BEGIN Exercise input
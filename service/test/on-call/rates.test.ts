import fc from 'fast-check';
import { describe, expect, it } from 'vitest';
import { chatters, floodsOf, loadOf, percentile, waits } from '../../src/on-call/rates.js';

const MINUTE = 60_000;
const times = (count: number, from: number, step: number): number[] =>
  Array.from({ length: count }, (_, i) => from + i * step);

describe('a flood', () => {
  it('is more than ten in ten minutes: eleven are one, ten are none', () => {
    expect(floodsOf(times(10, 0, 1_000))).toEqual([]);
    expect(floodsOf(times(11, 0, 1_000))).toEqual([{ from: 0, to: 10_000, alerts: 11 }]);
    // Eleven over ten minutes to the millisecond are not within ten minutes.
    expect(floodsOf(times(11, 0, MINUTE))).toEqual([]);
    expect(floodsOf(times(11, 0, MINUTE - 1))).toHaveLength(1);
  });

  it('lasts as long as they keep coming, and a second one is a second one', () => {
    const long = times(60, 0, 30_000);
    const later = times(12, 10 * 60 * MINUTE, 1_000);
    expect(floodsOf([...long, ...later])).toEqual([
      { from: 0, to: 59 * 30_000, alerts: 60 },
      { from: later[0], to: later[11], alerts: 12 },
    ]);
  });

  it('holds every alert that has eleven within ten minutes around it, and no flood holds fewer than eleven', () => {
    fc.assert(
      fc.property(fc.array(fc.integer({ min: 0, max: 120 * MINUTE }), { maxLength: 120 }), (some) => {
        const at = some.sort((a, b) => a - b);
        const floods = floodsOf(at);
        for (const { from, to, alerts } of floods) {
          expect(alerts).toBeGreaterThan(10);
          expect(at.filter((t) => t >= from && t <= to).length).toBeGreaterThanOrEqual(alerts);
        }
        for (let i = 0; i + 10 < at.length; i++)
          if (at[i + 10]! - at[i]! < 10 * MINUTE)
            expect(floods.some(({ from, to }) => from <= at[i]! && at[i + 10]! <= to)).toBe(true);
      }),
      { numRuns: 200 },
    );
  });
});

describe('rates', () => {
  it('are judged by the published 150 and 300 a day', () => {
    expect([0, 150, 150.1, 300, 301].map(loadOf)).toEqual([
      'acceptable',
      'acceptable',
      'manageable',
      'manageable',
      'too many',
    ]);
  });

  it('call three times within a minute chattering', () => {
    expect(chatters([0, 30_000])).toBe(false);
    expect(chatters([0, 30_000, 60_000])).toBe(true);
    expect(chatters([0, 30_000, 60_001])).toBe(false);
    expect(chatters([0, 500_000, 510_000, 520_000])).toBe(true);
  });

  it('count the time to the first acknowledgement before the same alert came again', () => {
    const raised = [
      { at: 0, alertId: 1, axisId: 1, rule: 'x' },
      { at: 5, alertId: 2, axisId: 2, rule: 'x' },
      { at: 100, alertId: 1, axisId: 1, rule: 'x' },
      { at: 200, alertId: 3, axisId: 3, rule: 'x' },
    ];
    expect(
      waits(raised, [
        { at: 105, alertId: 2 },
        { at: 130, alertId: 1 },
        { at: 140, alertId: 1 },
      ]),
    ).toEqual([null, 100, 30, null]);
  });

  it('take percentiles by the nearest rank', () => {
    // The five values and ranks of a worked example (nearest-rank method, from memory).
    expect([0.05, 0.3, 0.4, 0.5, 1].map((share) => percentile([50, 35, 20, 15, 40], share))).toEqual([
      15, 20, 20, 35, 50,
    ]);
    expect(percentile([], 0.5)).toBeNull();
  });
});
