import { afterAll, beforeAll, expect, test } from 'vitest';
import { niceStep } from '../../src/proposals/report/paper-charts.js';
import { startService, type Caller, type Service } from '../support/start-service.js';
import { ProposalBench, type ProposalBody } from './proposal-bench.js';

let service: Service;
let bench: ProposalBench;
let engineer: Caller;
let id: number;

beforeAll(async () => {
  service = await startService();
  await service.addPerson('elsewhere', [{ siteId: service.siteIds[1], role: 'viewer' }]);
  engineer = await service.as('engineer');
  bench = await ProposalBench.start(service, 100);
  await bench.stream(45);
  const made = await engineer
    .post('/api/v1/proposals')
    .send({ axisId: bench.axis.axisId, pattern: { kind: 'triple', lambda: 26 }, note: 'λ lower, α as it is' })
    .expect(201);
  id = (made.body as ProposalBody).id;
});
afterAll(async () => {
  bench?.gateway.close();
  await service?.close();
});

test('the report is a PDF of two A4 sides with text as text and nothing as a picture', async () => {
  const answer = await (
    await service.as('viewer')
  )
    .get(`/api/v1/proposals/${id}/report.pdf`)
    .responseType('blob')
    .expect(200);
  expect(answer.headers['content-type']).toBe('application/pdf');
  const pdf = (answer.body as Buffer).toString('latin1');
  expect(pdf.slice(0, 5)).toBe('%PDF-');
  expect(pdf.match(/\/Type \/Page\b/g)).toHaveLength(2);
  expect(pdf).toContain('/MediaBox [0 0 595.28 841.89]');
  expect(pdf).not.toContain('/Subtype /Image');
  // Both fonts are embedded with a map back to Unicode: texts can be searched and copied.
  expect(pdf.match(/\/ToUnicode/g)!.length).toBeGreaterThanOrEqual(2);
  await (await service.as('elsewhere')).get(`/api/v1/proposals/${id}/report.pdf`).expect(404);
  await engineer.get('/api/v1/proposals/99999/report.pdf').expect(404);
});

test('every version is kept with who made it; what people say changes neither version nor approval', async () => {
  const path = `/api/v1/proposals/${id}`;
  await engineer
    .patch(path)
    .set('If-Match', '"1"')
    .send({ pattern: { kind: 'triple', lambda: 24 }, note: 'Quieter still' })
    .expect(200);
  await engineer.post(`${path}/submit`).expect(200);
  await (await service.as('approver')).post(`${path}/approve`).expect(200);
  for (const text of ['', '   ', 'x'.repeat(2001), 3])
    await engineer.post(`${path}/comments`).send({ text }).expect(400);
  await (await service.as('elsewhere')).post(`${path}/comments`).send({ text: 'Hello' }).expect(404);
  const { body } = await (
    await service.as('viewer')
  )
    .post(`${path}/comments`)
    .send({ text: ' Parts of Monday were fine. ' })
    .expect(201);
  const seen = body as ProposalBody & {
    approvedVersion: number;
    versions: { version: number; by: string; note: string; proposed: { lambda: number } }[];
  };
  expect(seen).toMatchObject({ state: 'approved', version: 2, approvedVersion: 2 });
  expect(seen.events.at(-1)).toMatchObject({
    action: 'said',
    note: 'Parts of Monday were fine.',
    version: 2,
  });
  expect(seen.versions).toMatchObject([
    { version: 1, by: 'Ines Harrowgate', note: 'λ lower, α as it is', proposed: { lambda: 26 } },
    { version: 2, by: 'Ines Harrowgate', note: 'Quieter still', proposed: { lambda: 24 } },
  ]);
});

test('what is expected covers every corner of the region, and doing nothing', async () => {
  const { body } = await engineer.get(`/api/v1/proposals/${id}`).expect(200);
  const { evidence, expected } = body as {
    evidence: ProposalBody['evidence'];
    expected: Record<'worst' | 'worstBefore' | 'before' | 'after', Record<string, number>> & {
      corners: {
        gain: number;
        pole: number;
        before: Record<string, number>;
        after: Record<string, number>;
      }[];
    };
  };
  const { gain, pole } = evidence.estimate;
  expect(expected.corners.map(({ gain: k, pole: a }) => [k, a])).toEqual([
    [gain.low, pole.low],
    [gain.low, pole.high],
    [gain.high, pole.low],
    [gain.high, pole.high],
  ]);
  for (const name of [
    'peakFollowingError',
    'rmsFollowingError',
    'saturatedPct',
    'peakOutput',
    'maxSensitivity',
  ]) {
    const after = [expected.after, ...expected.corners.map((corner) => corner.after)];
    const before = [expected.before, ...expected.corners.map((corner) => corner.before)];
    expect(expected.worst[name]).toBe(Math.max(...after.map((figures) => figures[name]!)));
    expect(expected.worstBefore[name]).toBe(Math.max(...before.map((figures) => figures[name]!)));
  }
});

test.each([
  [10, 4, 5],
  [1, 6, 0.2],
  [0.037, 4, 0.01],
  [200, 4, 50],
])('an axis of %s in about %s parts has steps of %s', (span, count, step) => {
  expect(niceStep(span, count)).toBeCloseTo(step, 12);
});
END Exercise input
BEGIN Exercise input
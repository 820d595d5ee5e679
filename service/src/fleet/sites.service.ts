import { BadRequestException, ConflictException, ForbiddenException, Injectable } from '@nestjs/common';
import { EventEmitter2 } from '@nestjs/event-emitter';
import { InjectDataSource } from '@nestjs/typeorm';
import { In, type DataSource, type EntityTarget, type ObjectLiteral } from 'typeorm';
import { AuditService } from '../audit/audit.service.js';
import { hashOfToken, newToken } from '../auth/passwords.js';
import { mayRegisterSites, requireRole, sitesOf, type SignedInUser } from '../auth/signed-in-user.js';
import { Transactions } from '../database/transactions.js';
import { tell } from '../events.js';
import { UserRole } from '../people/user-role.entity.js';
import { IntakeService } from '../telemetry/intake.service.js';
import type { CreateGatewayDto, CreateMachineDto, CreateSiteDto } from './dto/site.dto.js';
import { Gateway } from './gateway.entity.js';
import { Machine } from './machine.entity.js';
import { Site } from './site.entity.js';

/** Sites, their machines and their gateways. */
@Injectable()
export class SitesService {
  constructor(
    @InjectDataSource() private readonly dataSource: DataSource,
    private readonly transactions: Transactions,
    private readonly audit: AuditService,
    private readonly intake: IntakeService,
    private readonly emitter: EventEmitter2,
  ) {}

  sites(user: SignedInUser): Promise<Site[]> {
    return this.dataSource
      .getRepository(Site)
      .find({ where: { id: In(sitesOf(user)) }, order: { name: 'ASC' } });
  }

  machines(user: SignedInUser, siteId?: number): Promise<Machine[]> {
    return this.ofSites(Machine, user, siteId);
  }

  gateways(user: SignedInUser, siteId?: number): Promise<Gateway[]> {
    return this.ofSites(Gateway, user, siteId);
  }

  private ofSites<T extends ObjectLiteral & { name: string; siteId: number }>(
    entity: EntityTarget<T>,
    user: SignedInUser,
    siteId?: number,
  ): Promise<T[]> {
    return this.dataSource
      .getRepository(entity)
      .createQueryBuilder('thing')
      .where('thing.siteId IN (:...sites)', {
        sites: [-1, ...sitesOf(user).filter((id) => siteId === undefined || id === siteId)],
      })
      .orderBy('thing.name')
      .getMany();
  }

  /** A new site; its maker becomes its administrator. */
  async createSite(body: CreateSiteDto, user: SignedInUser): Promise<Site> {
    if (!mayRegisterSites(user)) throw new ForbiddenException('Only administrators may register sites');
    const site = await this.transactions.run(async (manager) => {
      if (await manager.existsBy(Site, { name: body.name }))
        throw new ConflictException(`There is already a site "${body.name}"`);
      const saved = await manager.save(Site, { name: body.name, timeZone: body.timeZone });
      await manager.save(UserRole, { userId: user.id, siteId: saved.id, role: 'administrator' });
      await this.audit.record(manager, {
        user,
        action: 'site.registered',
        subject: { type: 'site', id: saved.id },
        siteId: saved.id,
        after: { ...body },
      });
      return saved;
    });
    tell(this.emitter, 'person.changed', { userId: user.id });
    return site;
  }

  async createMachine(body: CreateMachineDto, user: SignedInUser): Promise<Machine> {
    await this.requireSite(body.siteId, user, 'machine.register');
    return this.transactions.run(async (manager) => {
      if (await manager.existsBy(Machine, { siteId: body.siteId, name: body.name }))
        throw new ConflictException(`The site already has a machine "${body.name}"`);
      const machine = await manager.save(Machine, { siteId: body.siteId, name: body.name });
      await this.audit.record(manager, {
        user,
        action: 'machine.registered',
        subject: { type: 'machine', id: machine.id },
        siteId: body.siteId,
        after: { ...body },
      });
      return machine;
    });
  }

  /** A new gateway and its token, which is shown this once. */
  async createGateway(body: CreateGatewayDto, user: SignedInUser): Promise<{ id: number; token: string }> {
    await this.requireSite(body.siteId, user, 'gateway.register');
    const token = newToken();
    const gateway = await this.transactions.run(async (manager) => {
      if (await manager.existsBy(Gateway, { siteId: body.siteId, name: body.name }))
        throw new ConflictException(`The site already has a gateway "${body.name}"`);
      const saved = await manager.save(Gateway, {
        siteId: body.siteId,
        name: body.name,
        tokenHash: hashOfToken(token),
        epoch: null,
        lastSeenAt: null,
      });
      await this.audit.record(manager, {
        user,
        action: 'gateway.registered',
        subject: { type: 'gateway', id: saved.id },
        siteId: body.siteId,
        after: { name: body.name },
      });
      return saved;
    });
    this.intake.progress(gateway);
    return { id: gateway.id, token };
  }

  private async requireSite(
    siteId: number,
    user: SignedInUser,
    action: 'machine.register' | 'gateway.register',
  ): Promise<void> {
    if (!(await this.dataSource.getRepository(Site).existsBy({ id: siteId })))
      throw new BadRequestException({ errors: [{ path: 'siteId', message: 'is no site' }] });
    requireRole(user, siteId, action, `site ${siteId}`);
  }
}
END Exercise input
BEGIN Exercise input
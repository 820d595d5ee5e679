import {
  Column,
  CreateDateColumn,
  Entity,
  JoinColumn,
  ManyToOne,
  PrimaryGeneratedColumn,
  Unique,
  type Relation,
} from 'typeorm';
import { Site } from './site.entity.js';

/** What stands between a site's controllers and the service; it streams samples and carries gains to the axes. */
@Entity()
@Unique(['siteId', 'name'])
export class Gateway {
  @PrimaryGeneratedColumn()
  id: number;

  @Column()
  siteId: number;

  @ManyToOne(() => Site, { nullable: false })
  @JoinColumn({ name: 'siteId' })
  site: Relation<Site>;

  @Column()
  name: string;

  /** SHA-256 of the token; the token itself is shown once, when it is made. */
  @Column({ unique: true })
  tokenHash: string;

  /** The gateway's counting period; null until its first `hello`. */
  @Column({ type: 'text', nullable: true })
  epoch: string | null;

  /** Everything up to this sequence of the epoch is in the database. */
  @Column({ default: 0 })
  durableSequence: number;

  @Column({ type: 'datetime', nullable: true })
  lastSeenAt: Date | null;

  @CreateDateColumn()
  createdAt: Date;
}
END Exercise input
Each line that contains "Math" is to be copied from the listing above.

#### Solution for this problem
    expect(expected.worst[name]).toBe(Math.max(...after.map((figures) => figures[name]!)));
    expect(expected.worstBefore[name]).toBe(Math.max(...before.map((figures) => figures[name]!)));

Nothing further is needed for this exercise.